Encoded Jamming Secure Communication for RIS-Assisted and ISAC Systems
Hao Yang, Hao Xu, Kai Wan, Sijie Zhao, Robert Caiming Qiu
TL;DR
This work tackles secure wireless communications by marrying encoded jamming (EJ) with reconfigurable intelligent surfaces (RIS). It develops a joint optimization framework that leverages SDR/MM for MISO EJ design and a low-complexity EJ–WMMSE algorithm for MIMO EJ, and further extends EJ to integrated sensing and communications (ISAC) to derive a Pareto frontier between secrecy rate and sensing mutual information. The results show that RIS-enhanced EJ can significantly outperform traditional GN-based approaches across various channel conditions, and that the ISAC extension supports effective trade-offs between security and sensing performance. Together, these contributions propose a practical, scalable path toward robust physical-layer security in next-generation RIS-enabled networks and ISAC scenarios, with future work on robustness to CSI imperfections and discrete RIS phase profiles.
Abstract
This paper considers a cooperative jamming (CJ)-aided secure wireless communication system. Conventionally, the jammer transmits Gaussian noise (GN) to enhance security; however, the GN scheme also degrades the legitimate receiver's performance.
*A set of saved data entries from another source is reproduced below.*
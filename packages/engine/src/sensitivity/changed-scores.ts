import type { CampaignDocument, Measurement } from "@weighhouse/campaign/document";
import type { Sensitivity } from "@weighhouse/campaign/sensitivity";
import { log10BayesFactor, posteriors, ranked } from "../comparison";
import type { EngineState } from "../engine-state";
import { EngineError } from "../engine-error";
import { scoreBriefly } from "../hypothesis-scores";
import { openWorkspace } from "../open-workspace";
import { createState } from "../state";
import { takeUnmovedBlocks } from "../unmoved-blocks";
import type { Workspace } from "../workspace";

/** Every hypothesis in rank order; null where the campaign can't be scored. */
export type ScoreChanged = (document: CampaignDocument) => Sensitivity["hypotheses"] | null;

/**
 * Scores changed campaigns, without the verdicts that nothing here asks for. What a change leaves as
 * it is isn't worked out again.
 */
export function changedScores(document: CampaignDocument): ScoreChanged {
  const made = createState(document);
  const base = made.ok ? openWorkspace(made.value) : null;
  if (made.ok && base !== null) hypothesesOf(base, made.value);
  return (changed) => {
    const state = createState(changed);
    if (!state.ok) return null;
    const workspace = openWorkspace(state.value);
    if (base !== null && sharesErrors(document, changed)) {
      takeUnmovedBlocks(workspace, base, touchedBy(document, changed));
    }
    try {
      return hypothesesOf(workspace, state.value);
    } catch (error) {
      if (error instanceof EngineError) return null;
      throw error;
    }
  };
}

function hypothesesOf(workspace: Workspace, { frame, tally }: EngineState) {
  const context = { dates: tally.dates, includeAfter: false };
  const scores = [...frame.hypotheses, null].map((one) => scoreBriefly(workspace, one, context));
  const counted = scores.filter(({ key, share }) => key !== "noneOfThese" || share > 0);
  const inRank = ranked(counted);
  const chances = posteriors(inRank);
  return inRank.map(({ key, lnEvidence, fit }, i) => ({
    key,
    rank: i + 1,
    log10BayesFactor: log10BayesFactor(lnEvidence, inRank[0]!.lnEvidence),
    posterior: chances[i]!,
    chiSquare: fit !== null && Number.isFinite(fit.chiSquare) ? fit.chiSquare : null,
  }));
}

function sharesErrors(a: CampaignDocument, b: CampaignDocument): boolean {
  return a.sharedErrors === b.sharedErrors && a.correlations === b.correlations;
}

/** Places of the measurands whose measurements aren't the same ones. */
function touchedBy(a: CampaignDocument, b: CampaignDocument): Set<number> {
  const [before, after] = [byMeasurand(a.measurements), byMeasurand(b.measurements)];
  const touched = new Set<number>();
  a.measurands.forEach(({ key }, place) => {
    const [own, now] = [before.get(key) ?? [], after.get(key) ?? []];
    if (own.length !== now.length || own.some((one, i) => one !== now[i])) touched.add(place);
  });
  return touched;
}

function byMeasurand(measurements: readonly Measurement[]): Map<string, Measurement[]> {
  const lists = new Map<string, Measurement[]>();
  for (const one of measurements) {
    const there = lists.get(one.measurand);
    if (there === undefined) lists.set(one.measurand, [one]);
    else there.push(one);
  }
  return lists;
}
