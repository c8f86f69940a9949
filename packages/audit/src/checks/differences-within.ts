import type { Standings } from "@weighhouse/campaign/standings";

/** How many standard errors two evaluations of one evidence may lie apart. */
const SIGMAS = 5;

/**
 * How far a number of standings may lie from the computed one where evidences were integrated
 * numerically: within their stated errors. Both sides' errors count, in quadrature; the error in the
 * archive must itself be the computed one to half, so that no claim of a large one lets all pass.
 *
 * @returns the absolute difference allowed at a pointer; 0 where only rounding is
 */
export function statedErrors(computed: Standings): (pointer: string) => number {
  const errors = new Map(
    computed.hypotheses.map(({ key, lnEvidenceError }) => [key, Math.SQRT2 * lnEvidenceError]),
  );
  const errorOf = (key: string | undefined) => errors.get(key ?? "") ?? 0;
  const leader = errorOf(computed.hypotheses[0]?.key);
  const all = [...errors.values()].reduce((sum, error) => sum + error, 0);
  if (all === 0) return () => 0;
  return (pointer) => {
    const [, list, index, field, place, part] = pointer.split("/");
    if (list === "pairs") {
      const pair = computed.pairs[Number(index)];
      const both = Math.hypot(errorOf(pair?.a), errorOf(pair?.b));
      return pointer.endsWith("/log10BayesFactor") ? (SIGMAS * both) / Math.LN10 : 0;
    }
    const standing = list === "hypotheses" ? computed.hypotheses[Number(index)] : undefined;
    if (standing === undefined) return 0;
    const error = errorOf(standing.key);
    switch (field) {
      case "lnEvidence":
        return SIGMAS * error;
      case "lnEvidenceError":
        return 0.5 * standing.lnEvidenceError;
      case "log10BayesFactor":
        return (SIGMAS * Math.hypot(error, leader)) / Math.LN10;
      case "posterior":
        // d posterior / d ln Z is at most 1/4.
        return 0.25 * SIGMAS * all;
      case "parameters": {
        // The same points carry them: their errors are that of the evidence, in units of their sd.
        const sd = standing.parameters[Number(place)]?.sd ?? 0;
        return part === "key" ? 0 : 2 * SIGMAS * error * sd;
      }
      default:
        return 0;
    }
  };
}
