import { jsonText } from "../layout";

/** Why a file can't be used, with its path. */
export type TextFault = { ok: false; fault: string };

/** A file of the archive as text. UTF-8 without a byte order mark, or a fault. */
export function readText(
  files: ReadonlyMap<string, Uint8Array>,
  path: string,
): { ok: true; text: string } | TextFault {
  const bytes = files.get(path);
  if (bytes === undefined) return { ok: false, fault: `${path} is missing` };
  try {
    const text = new TextDecoder("utf-8", { fatal: true, ignoreBOM: true }).decode(bytes);
    return { ok: true, text };
  } catch {
    return { ok: false, fault: `${path} is not UTF-8` };
  }
}

/**
 * The lines of a file in which each line ends in a newline. Read line by line: all of a long ledger
 * is more than one string may hold.
 */
export function readLines(
  files: ReadonlyMap<string, Uint8Array>,
  path: string,
): { ok: true; lines: string[] } | TextFault {
  const bytes = files.get(path);
  if (bytes === undefined) return { ok: false, fault: `${path} is missing` };
  if (bytes.at(-1) !== NEWLINE) return { ok: false, fault: `${path} doesn't end in a newline` };
  const decoder = new TextDecoder("utf-8", { fatal: true, ignoreBOM: true });
  const lines: string[] = [];
  for (let from = 0; from < bytes.length;) {
    const to = bytes.indexOf(NEWLINE, from);
    if (to === from) return { ok: false, fault: `${path}, line ${lines.length + 1} is empty` };
    if (lines.length === MOST_LINES) {
      return { ok: false, fault: `${path}: found more than ${MOST_LINES} lines` };
    }
    try {
      lines.push(decoder.decode(bytes.subarray(from, to)));
    } catch {
      return { ok: false, fault: `${path}, line ${lines.length + 1} is not UTF-8` };
    }
    from = to + 1;
  }
  return { ok: true, lines };
}

const NEWLINE = 0x0a;
/** A file of 256 MiB could hold a line in two bytes, each a string of its own in memory. */
const MOST_LINES = 4_000_000;
/** Deepest JSON of an archive; documents of every form stay below 12. */
const MOST_DEEP = 64;
/** Of a JSON file, unless its size is known beforehand: parsed, it takes some ten times as much. */
const MOST_JSON_BYTES = 64 * 2 ** 20;

/**
 * A JSON object of the archive. One form only, as the export writes it: a doubled name, which JSON
 * readers take one way or the other, is another form.
 */
export function readJson(
  files: ReadonlyMap<string, Uint8Array>,
  path: string,
  mostBytes = MOST_JSON_BYTES,
): { ok: true; value: object; text: string } | TextFault {
  const bytes = files.get(path)?.length ?? 0;
  if (bytes > mostBytes) {
    return { ok: false, fault: `${path}: found ${bytes} bytes; allowed are ${mostBytes}` };
  }
  const read = readText(files, path);
  if (!read.ok) return read;
  if (isDeeperThan(read.text, MOST_DEEP)) {
    return { ok: false, fault: `${path}: found JSON nested more than ${MOST_DEEP} deep` };
  }
  let value: unknown;
  try {
    value = JSON.parse(read.text);
  } catch (error) {
    return { ok: false, fault: `${path} is not JSON: ${(error as Error).message.slice(0, 100)}` };
  }
  if (typeof value !== "object" || value === null || Array.isArray(value)) {
    return { ok: false, fault: `${path} is not a JSON object` };
  }
  const line = firstLineThatDiffers(read.text, jsonText(value));
  if (line !== null) {
    return {
      ok: false,
      fault: `${path}, line ${line}: not in the form that the export writes (members and items a line each, each name once)`,
    };
  }
  return { ok: true, value, text: read.text };
}

/** Looked for before parsing, and in texts that may be no JSON at all. */
function isDeeperThan(text: string, most: number): boolean {
  let depth = 0;
  let quoted = false;
  for (let at = 0; at < text.length; at += 1) {
    const code = text.charCodeAt(at);
    if (code === 0x22) quoted = !quoted;
    else if (code === 0x5c) at += quoted ? 1 : 0;
    else if (quoted) continue;
    else if (code === 0x5b || code === 0x7b) depth += 1;
    else if (code === 0x5d || code === 0x7d) depth -= 1;
    if (depth > most) return true;
  }
  return false;
}

function firstLineThatDiffers(found: string, expected: string): number | null {
  if (found === expected) return null;
  const expectedLines = expected.split("\n");
  const foundLines = found.split("\n");
  const at = foundLines.findIndex((line, index) => line !== expectedLines[index]);
  return (at < 0 ? foundLines.length : at) + 1;
}
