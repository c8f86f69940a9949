import type { Operation } from "@weighhouse/api/openapi/describe-operation";
import { Table } from "@/look/table";
import { curlExample } from "./curl-example";
import { FieldTable } from "./field-table";
import { MethodMark } from "./method-mark";
import { typeWords } from "./schema-fields";
import type { JsonSchema } from "./schema-fields";

export interface ShownOperation {
  method: string;
  path: string;
  operation: Operation;
}

/** What an operation is asked with and what it answers, with how one asks it. */
export function OperationView(props: {
  shown: ShownOperation;
  schemas: Record<string, JsonSchema>;
  server: string;
  campaign: string | null;
}) {
  const { method, path, operation } = props.shown;
  const scope = scopeOf(operation);
  const body = operation.requestBody;
  const [status = "", success] =
    Object.entries(operation.responses).find(([code]) => code.startsWith("2")) ?? [];
  const [says] = operation.description.split("\n\n");
  return (
    <article
      id={operation.operationId}
      aria-labelledby={`${operation.operationId}-name`}
      className="scroll-mt-4 border-b border-rule py-4 first:pt-0 last:border-b-0 last:pb-0"
    >
      <h3 id={`${operation.operationId}-name`} className="mb-1">
        {operation.summary}
      </h3>
      <p className="mb-1.5 flex max-w-none flex-wrap items-baseline gap-x-2.5">
        <MethodMark method={method} />
        <code className="[overflow-wrap:anywhere]">{path}</code>
        <span className="gloss">
          scope <code>{scope}</code>
          {isOpen(operation) ? ", none where the campaign is public" : ""}
        </span>
      </p>
      {says === operation.summary ? null : <p className="mb-2">{says}</p>}
      <Parameters operation={operation} schemas={props.schemas} />
      {body === undefined ? null : (
        <>
          <h4 className="mt-2 font-medium">Body</h4>
          <Types content={body.content} schemas={props.schemas} />
        </>
      )}
      <h4 className="mt-2 font-medium">
        Answer <span className="gloss">{status}</span>
      </h4>
      {success?.content ? (
        <Types content={success.content} schemas={props.schemas} />
      ) : (
        <p className="text-quiet">{success?.description}</p>
      )}
      <pre className="mt-3 overflow-x-auto whitespace-pre-wrap rounded-sheet bg-well px-3 py-2 [overflow-wrap:anywhere]">
        <code>
          {curlExample(
            {
              method,
              path,
              open: isOpen(operation),
              bodyType: Object.keys(body?.content ?? {})[0] ?? null,
              once: operation.parameters.some(({ name }) => name === "Idempotency-Key"),
              answerType: Object.keys(success?.content ?? {})[0] ?? null,
            },
            props.server,
            props.campaign,
          )}
        </code>
      </pre>
    </article>
  );
}

/** The campaign's key and the conditional fields are alike everywhere, and said once. */
function Parameters(props: { operation: Operation; schemas: Record<string, JsonSchema> }) {
  const own = props.operation.parameters.filter(
    (parameter) => parameter.name !== "key" && parameter.in !== "header",
  );
  if (own.length === 0) return null;
  return (
    <Table
      caption={`Parameters of ${props.operation.summary}`}
      head={
        <tr>
          <th scope="col">Parameter</th>
          <th scope="col">Type</th>
          <th scope="col">What it is</th>
        </tr>
      }
    >
      {own.map((parameter) => (
        <tr key={parameter.name}>
          <th scope="row">
            <code>{parameter.name}</code> <span className="gloss">{parameter.in}</span>
          </th>
          <td data-label="Type">
            {typeWords(parameter.schema)}
            {parameter.required ? "" : ", may be left out"}
          </td>
          <td data-label="What it is">{parameter.description ?? ""}</td>
        </tr>
      ))}
    </Table>
  );
}

function Types(props: {
  content: Record<string, { schema: JsonSchema }>;
  schemas: Record<string, JsonSchema>;
}) {
  return (
    <ul className="list-none">
      {Object.entries(props.content).map(([type, { schema }]) => {
        const line = schema["x-line"] as JsonSchema | undefined;
        const shown = line ?? schema;
        return (
          <li key={type} className="mb-1.5">
            <code>{type}</code> <span className="text-quiet">{saysOf(schema)}</span>
            <FieldTable type={type} schema={shown} schemas={props.schemas} />
          </li>
        );
      })}
    </ul>
  );
}

/** Without what the description adds for programs about the lines of an answer. */
function saysOf(schema: JsonSchema): string {
  const says = schema["description"];
  return typeof says === "string" ? says.split(" Each line is JSON by ")[0]! : "";
}

function scopeOf({ security }: Operation): string {
  return security.find((one) => one["key"] !== undefined)?.["key"]?.[0] ?? "";
}

function isOpen({ security }: Operation): boolean {
  return security.some((one) => Object.keys(one).length === 0);
}
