import { sameBytes } from "@weighhouse/ledger/bytes";
import type { Files } from "./container";
import { counted } from "./line";
import { WRITER_VERSION } from "../layout";
import type { ArchiveFile } from "../zip/write";

/**
 * Files for readers, written again from the archive's own numbers and compared. What another version
 * of the writer wrote may be worded or drawn otherwise: then it is said that nothing was compared.
 */
export function checkWritten(
  files: Files,
  expected: readonly ArchiveFile[],
  writer: string,
): { faults: string[]; detail: string; compared: boolean } {
  const count = counted(expected.length, "file");
  if (writer !== WRITER_VERSION) {
    const detail = `${count} of writer ${writer}, not compared by this one (${WRITER_VERSION})`;
    return { faults: [], detail, compared: false };
  }
  const faults = expected.flatMap(({ path, bytes }) => {
    const found = files.get(path);
    if (found === undefined) return [`${path} is missing`];
    if (sameBytes(found, bytes)) return [];
    if (found.length > 4 * bytes.length + 4096) {
      return [`${path}: found ${found.length} bytes, written anew ${bytes.length}`];
    }
    return [`${path}${placeOf(found, bytes)}`];
  });
  return { faults, detail: `${count} as written anew`, compared: true };
}

/** The first line that differs, as found. */
function placeOf(found: Uint8Array, expected: Uint8Array): string {
  const decoder = new TextDecoder();
  const [lines, wanted] = [found, expected].map((bytes) => decoder.decode(bytes).split("\n"));
  const at = (wanted ?? []).findIndex((line, index) => line !== lines?.[index]);
  const number = at < 0 ? (wanted ?? []).length + 1 : at + 1;
  const text = lines?.[number - 1] ?? "";
  return `, line ${number}: not what the archive's numbers give: found ${JSON.stringify(text.slice(0, 80))}`;
}
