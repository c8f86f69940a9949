import type { Metadata } from "next";
import Link from "next/link";
import { Section } from "@/look/section";
import { safeNext } from "@/session/credentials";
import { SignUpForm } from "@/session/sign-up-form";

export const metadata: Metadata = { title: "Make an account" };

export default async function SignUpPage(props: {
  searchParams: Promise<{ next?: string | string[] }>;
}) {
  const next = safeNext((await props.searchParams).next);
  return (
    <>
      <h1 className="my-3">Make an account</h1>
      <Section title="Who you are">
        <SignUpForm next={next} />
        <p className="mt-4 text-quiet">
          Have one already?{" "}
          <Link className="link" href={`/sign-in?next=${encodeURIComponent(next)}`}>
            Sign in
          </Link>
          . With an account you can open a campaign of your own; a coordinator adds you to theirs.
        </p>
      </Section>
    </>
  );
}
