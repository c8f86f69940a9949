export type Outcome = "ok" | "failed" | "not present";

/** The checks, in the order in which they are reported. */
export const CHECKS = [
  "container",
  "files against the manifest",
  "signature of the manifest",
  "entries: hash and order",
  "payloads",
  "root against the signed tree head",
  "manifest against the ledger",
  "signatures of the tree heads",
  "consistency of the tree heads",
  "keys you hold",
  "tree head you hold",
  "time-stamps",
  "clock",
  "rules of the entries",
  "seals",
  "campaign document",
  "before and after data",
  "standings",
  "timeline",
  "sensitivity",
  "tables",
  "figures",
  "texts",
] as const;
export type CheckName = (typeof CHECKS)[number];

/** One line of a report: what was checked, how it came out, and where it failed. */
export type CheckLine = { check: CheckName; outcome: Outcome; detail: string };

/** `ok` is true where no line failed. */
export type VerifyReport = { ok: boolean; lines: CheckLine[] };

/** What a check says, and what it read for the checks after it (null where it can't be had). */
export type Checked<T> = { line: CheckLine; value: T | null };

/** Places named in a line; the rest are counted. */
const MAX_PLACES = 5;

export function ok(check: CheckName, detail: string): CheckLine {
  return { check, outcome: "ok", detail };
}

export function notPresent(check: CheckName, detail: string): CheckLine {
  return { check, outcome: "not present", detail };
}

export function failed(check: CheckName, places: string | readonly string[]): CheckLine {
  const list = typeof places === "string" ? [places] : places;
  const more = list.length > MAX_PLACES ? [`and ${list.length - MAX_PLACES} more`] : [];
  return { check, outcome: "failed", detail: [...list.slice(0, MAX_PLACES), ...more].join("; ") };
}

/** `ok` with its detail where there are no faults, else `failed` with their places. */
export function judged(check: CheckName, faults: readonly string[], detail: string): CheckLine {
  return faults.length === 0 ? ok(check, detail) : failed(check, faults);
}

export function notChecked(check: CheckName, because: CheckName): CheckLine {
  return failed(check, `not checked, because "${because}" failed`);
}

/** 1 file, 2 files. */
export function counted(count: number, noun: string, plural = `${noun}s`): string {
  return `${count} ${count === 1 ? noun : plural}`;
}
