import type { Standings } from "@weighhouse/campaign/standings";
import { describe, expect, it } from "vitest";
import { compareJson } from "./differences";
import { statedErrors } from "./differences-within";

const standings = (error: number) =>
  ({
    hypotheses: [
      {
        key: "a",
        lnEvidence: -10,
        lnEvidenceError: error,
        log10BayesFactor: 0,
        posterior: 0.7,
        parameters: [{ key: "q", mean: 3, sd: 0.5, quantiles: [2, 3, 4] }],
      },
      {
        key: "b",
        lnEvidence: -11,
        lnEvidenceError: 0,
        log10BayesFactor: -0.43,
        posterior: 0.3,
        parameters: [],
      },
    ],
    pairs: [{ a: "a", b: "b", log10BayesFactor: 0.43, commonGround: { log10BayesFactor: 0.4 } }],
  }) as unknown as Standings;

const compare = (found: Standings, computed: Standings) =>
  compareJson(found, computed, { tolerance: 1e-9, within: statedErrors(computed) }).differences;

// oxlint-disable-next-line typescript/no-explicit-any -- tests reach anywhere into a document.
function changed(change: (standings: any) => unknown): string[] {
  const found = standings(0.1);
  change(found);
  return compare(found, standings(0.1));
}

describe("an evidence that was integrated may differ within five of its standard errors", () => {
  // 5 sqrt(2) 0.1 = 0.707 in ln Z, 0.307 in log10 B.
  // oxlint-disable-next-line typescript/no-explicit-any -- as above
  it.each<[string, (it: any) => unknown, boolean]>([
    ["its ln Z by 0.7", (it) => (it.hypotheses[0].lnEvidence -= 0.7), true],
    ["its ln Z by 0.8", (it) => (it.hypotheses[0].lnEvidence -= 0.8), false],
    ["a closed form beside it by 1e-6", (it) => (it.hypotheses[1].lnEvidence -= 1e-6), false],
    ["log10 B against it by 0.3", (it) => (it.hypotheses[1].log10BayesFactor += 0.3), true],
    ["log10 B against it by 0.4", (it) => (it.hypotheses[1].log10BayesFactor += 0.4), false],
    ["its pair by 0.3", (it) => (it.pairs[0].log10BayesFactor += 0.3), true],
    ["a parameter's mean by 0.5", (it) => (it.hypotheses[0].parameters[0].mean += 0.5), true],
    ["a parameter's mean by 1", (it) => (it.hypotheses[0].parameters[0].mean += 1), false],
    [
      "the error that it states, made ten times larger",
      (it) => (it.hypotheses[0].lnEvidenceError = 1),
      false,
    ],
    ["a word", (it) => (it.hypotheses[0].key = "c"), false],
  ])("%s", (_, change, allowed) => {
    expect(changed(change)).toHaveLength(allowed ? 0 : 1);
  });

  it("and nothing more where all are closed forms", () => {
    const found = standings(0);
    (found.hypotheses[0] as { lnEvidence: number }).lnEvidence -= 1e-6;
    expect(compare(found, standings(0))).toHaveLength(1);
  });
});
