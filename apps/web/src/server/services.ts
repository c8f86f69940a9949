import "server-only";
import { server } from "@weighhouse/api/server";
import type { Server } from "@weighhouse/api/server";
import type { Log } from "@weighhouse/store/open-store";

/** What every request of this process shares: the store, the desk over it, accounts. */
export function services(): Promise<Server> {
  return server(process.env, consoleLog);
}

/** One JSON object a line, as log collectors read it. */
const consoleLog: Log = {
  info: (fields, message) => console.info(JSON.stringify({ level: "info", message, ...fields })),
  warn: (fields, message) => console.warn(JSON.stringify({ level: "warn", message, ...fields })),
  error: (fields, message) => console.error(JSON.stringify({ level: "error", message, ...fields })),
};
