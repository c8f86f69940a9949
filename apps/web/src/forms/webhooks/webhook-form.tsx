"use client";

import { useState } from "react";
import { useFormContext } from "react-hook-form";
import { z } from "zod";
import { Field } from "@/look/field";
import { Notice } from "@/look/notice";
import { useTRPCClient } from "@/trpc/client";
import { PartForm } from "../declare/part-form";
import { numberFromText } from "../entered-text";
import { FieldRow, Tick } from "../form-frame";
import { formSchema } from "../form-schema";

interface WebhookDraft {
  url: string;
  movedBy: string;
  turned: boolean;
}

const empty: WebhookDraft = { url: "", movedBy: "0.5", turned: true };

// The server's own has the campaign's key besides, and knows which addresses it may reach.
const content = z.strictObject({
  url: z.url({ protocol: /^https?$/, error: "an https address" }),
  movedBy: z.number().positive().max(1e6).nullable(),
  turned: z.boolean(),
});

const schema = formSchema<WebhookDraft, z.output<typeof content>>({
  schema: content,
  content: ({ url, movedBy, turned }) => ({
    url: url.trim(),
    movedBy: numberFromText(movedBy),
    turned,
  }),
});

/** Has an address told; its secret is shown once, until one leaves the page. */
export function WebhookForm({ campaign }: { campaign: string }) {
  const client = useTRPCClient();
  const [made, setMade] = useState<{ url: string; secret: string } | null>(null);
  return (
    <>
      {made === null ? null : (
        <Notice tone="good" label="Made.">
          Deliveries to <span className="break-all">{made.url}</span> are signed with this secret.
          It is shown this once: keep it where the receiver reads it.
          <pre className="mt-1 whitespace-pre-wrap break-all">
            <code data-secret>{made.secret}</code>
          </pre>
        </Notice>
      )}
      <PartForm
        name={`webhook:${campaign}`}
        label="Tell another address"
        button="Make webhook"
        defaults={empty}
        schema={schema}
        send={async (wanted) => {
          const { webhook, secret } = await client.webhooks.make.mutate({
            key: campaign,
            ...wanted,
          });
          setMade({ url: webhook.url, secret });
        }}
        done={() => "It is told from now on. Send it a test to see that it arrives."}
      >
        <Fields />
      </PartForm>
    </>
  );
}

function Fields() {
  const { register, formState } = useFormContext<WebhookDraft>();
  const { errors } = formState;
  return (
    <>
      <FieldRow>
        <Field
          label="Address"
          type="url"
          inputMode="url"
          help="Where your program listens for a POST, by https."
          placeholder="https://"
          autoComplete="off"
          error={errors.url?.message}
          {...register("url")}
        />
        <Field
          label="Moves by more than"
          gloss="in log₁₀ B"
          inputMode="decimal"
          help="Told once a hypothesis’s Bayes factor against the leader is so far from what it was when last told. Empty: no moves are told."
          autoComplete="off"
          error={errors.movedBy?.message}
          {...register("movedBy")}
        />
      </FieldRow>
      <Tick
        label="Verdicts that turn"
        help="From awaiting to pass, from pass to fail, and every other way."
        {...register("turned")}
      />
      {errors.turned?.message ? (
        <Notice tone="bad" role="alert">
          {errors.turned.message}
        </Notice>
      ) : null}
    </>
  );
}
Encoded jamming (EJ) mitigates this interference but does not always outperform GN under varying channel conditions. To address this limitation, we propose a joint optimization framework that integrates reconfigurable intelligent surface (RIS) with EJ to maximize the secrecy rate. In the multiple-input single-output (MISO) case, we adopt a semidefinite relaxation (SDR)-based alternating optimization method, while in the multiple-input multiple-output (MIMO) case, we develop an alternating optimization algorithm based on the weighted sum mean-square-error minimization (WMMSE) scheme. Furthermore, we are the first to incorporate EJ into an integrated sensing and communication (ISAC) system, characterizing the Pareto boundary between secrecy rate and sensing mutual information (MI) by solving the resulting joint optimization problem using a modified WMMSE-based algorithm. Simulation results show that the proposed schemes significantly outperform benchmark methods in secrecy rate across diverse channel conditions and clearly reveal the trade-off between security and sensing.